We were flying and freaking out that we were going to crash and burn.
We were so terrified that we had to pull over to the side of the road for a few hours and even after that, we had this slow, white knuckle drive back. We kind of look back on that now and laugh, but at the time, it was damn scary.
In its own way though, it was a blessing in disguise, as it completely turned me against drugs.
Since then, I’ve unfortunately seen countless contemporaries — who may well have been battling similar demons — choose to use drugs as a means of escape, only to find them a road to ruin. As far as I’m concerned, being high, especially when you’re in a depressed state, is like driving down a steep, dark, winding road with no headlights or brakes. It’s a surefire recipe for disaster.

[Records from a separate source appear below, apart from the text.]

/* SPDX-License-Identifier: GPL-3.0-or-later */
#ifndef CLI_CONVERT_H
#define CLI_CONVERT_H

/* The two halves of `convert`: a job between its formats, and archives of a reading a row. */

#include "cli/command.h"
#include "job/sheet.h"

/* `--separator`, `--decimal`; 0 where not given. Complains and answers false. */
bool read_style(const struct invocation *invocation, struct sheet_style *style);

enum rf_class convert_long(const struct invocation *invocation, const struct sheet_style *style);

#endif
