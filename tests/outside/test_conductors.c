/* SPDX-License-Identifier: GPL-3.0-or-later */
/* Conductors against the standard and against rules of the trade. */
#include "models/models.h"

#include "../suite.h"

#include <check.h>

static struct rf_models *models;

static void load(void)
{
    struct rf_error error;
    ck_assert_int_eq(rf_models_load(NULL, RF_RATES_CONSULTED, &models, &error), RF_OK);
}

static void unload(void)
{
    rf_models_destroy(models);
}

/* IEC 60228, class 1 (solid), plain copper: greatest resistance at 20 °C, Ω/km. */
static const struct {
    double mm2, ohm_per_km;
} class_1[] = {{1.0, 18.1}, {1.5, 12.1}, {2.5, 7.41}, {4, 4.61}, {6, 3.08}, {10, 1.83}, {16, 1.15}};

START_TEST(resistances_are_those_of_iec_60228)
{
    double ohm_per_km = 1000 * models_ohm_per_m(models, class_1[_i].mm2, 20);
    ck_assert_double_eq_tol(ohm_per_km, class_1[_i].ohm_per_km, 1e-9);
}
END_TEST

/* IEC 60228, annex on temperature correction: the factor that refers a resistance measured at
 * t °C to 20 °C, copper. The annex rounds and takes a coefficient of its own, hence 0.003. */
static const struct {
    double temperature_c, factor;
} corrections[] = {{5, 1.064}, {10, 1.042}, {15, 1.020}, {20, 1},
                   {25, .980}, {30, .962},  {40, .926}};

START_TEST(temperature_factors_are_those_of_iec_60228)
{
    double at_20 = models_ohm_per_m(models, 2.5, 20);
    double at_t = models_ohm_per_m(models, 2.5, corrections[_i].temperature_c);
    ck_assert_double_eq_tol(at_20 / at_t, corrections[_i].factor, 0.003);
}
END_TEST

/* Common practice, no source: the protective conductor of 2.5/1.5 mm² reads about 1.67 × the line,
 * the ratio of the areas. By IEC 60228 it is 12.1 / 7.41 = 1.63. */
START_TEST(a_smaller_cpc_reads_about_two_thirds_more)
{
    double ratio = models_ohm_per_m(models, 1.5, 20) / models_ohm_per_m(models, 2.5, 20);
    ck_assert_double_eq_tol(ratio, 1.67, 0.05);
    ck_assert_double_eq_tol(ratio, 12.1 / 7.41, 1e-9);
}
END_TEST

/* Common practice, no source: 0.52 Ω end to end on 2.5 mm² is about 70 m of cable. */
START_TEST(half_an_ohm_is_about_seventy_metres)
{
    ck_assert_double_eq_tol(0.52 / models_ohm_per_m(models, 2.5, 20), 70, 1);
}
END_TEST

int main(void)
{
    Suite *suite = suite_create("conductors");
    TCase *tests = tcase_create("conductors");
    tcase_add_checked_fixture(tests, load, unload);
    tcase_add_loop_test(tests, resistances_are_those_of_iec_60228, 0,
                        (int)(sizeof class_1 / sizeof class_1[0]));
    tcase_add_loop_test(tests, temperature_factors_are_those_of_iec_60228, 0,
                        (int)(sizeof corrections / sizeof corrections[0]));
    tcase_add_test(tests, a_smaller_cpc_reads_about_two_thirds_more);
    tcase_add_test(tests, half_an_ohm_is_about_seventy_metres);
    suite_add_tcase(suite, tests);
    return run_suite(suite);
}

Not long after that, my brothers Dean and Ross, my sister Ellie and Dynamite told me that they were planning a mid-winter Hawaiian vacation and invited me along. I initially declined, but they persisted and I finally agreed to join them.
At the time, Dynamite and I were the two top babyfaces in the territory.
In order to account for our disappearance, booker Dick Steinborn suggested a story line that entailed Dynamite — who’d been tag teaming with me quite a bit — enlisting the help of a British heel who’d recently arrived to do a heel double cross. The offshoot was that I’d be “injured” and out of action for the next month, while Dynamite, who would turn heel, would be suspended.
I told Steinborn I was game for whatever, so we shot the angle, and as Steinborn had predicted, it got a super hot reaction — making me a martyr, as I supposedly wound up being ambulanced to the hospital, while Dynamite, who’d been one of our most popular babyfaces, suddenly was transformed into the most hated heel in the territory.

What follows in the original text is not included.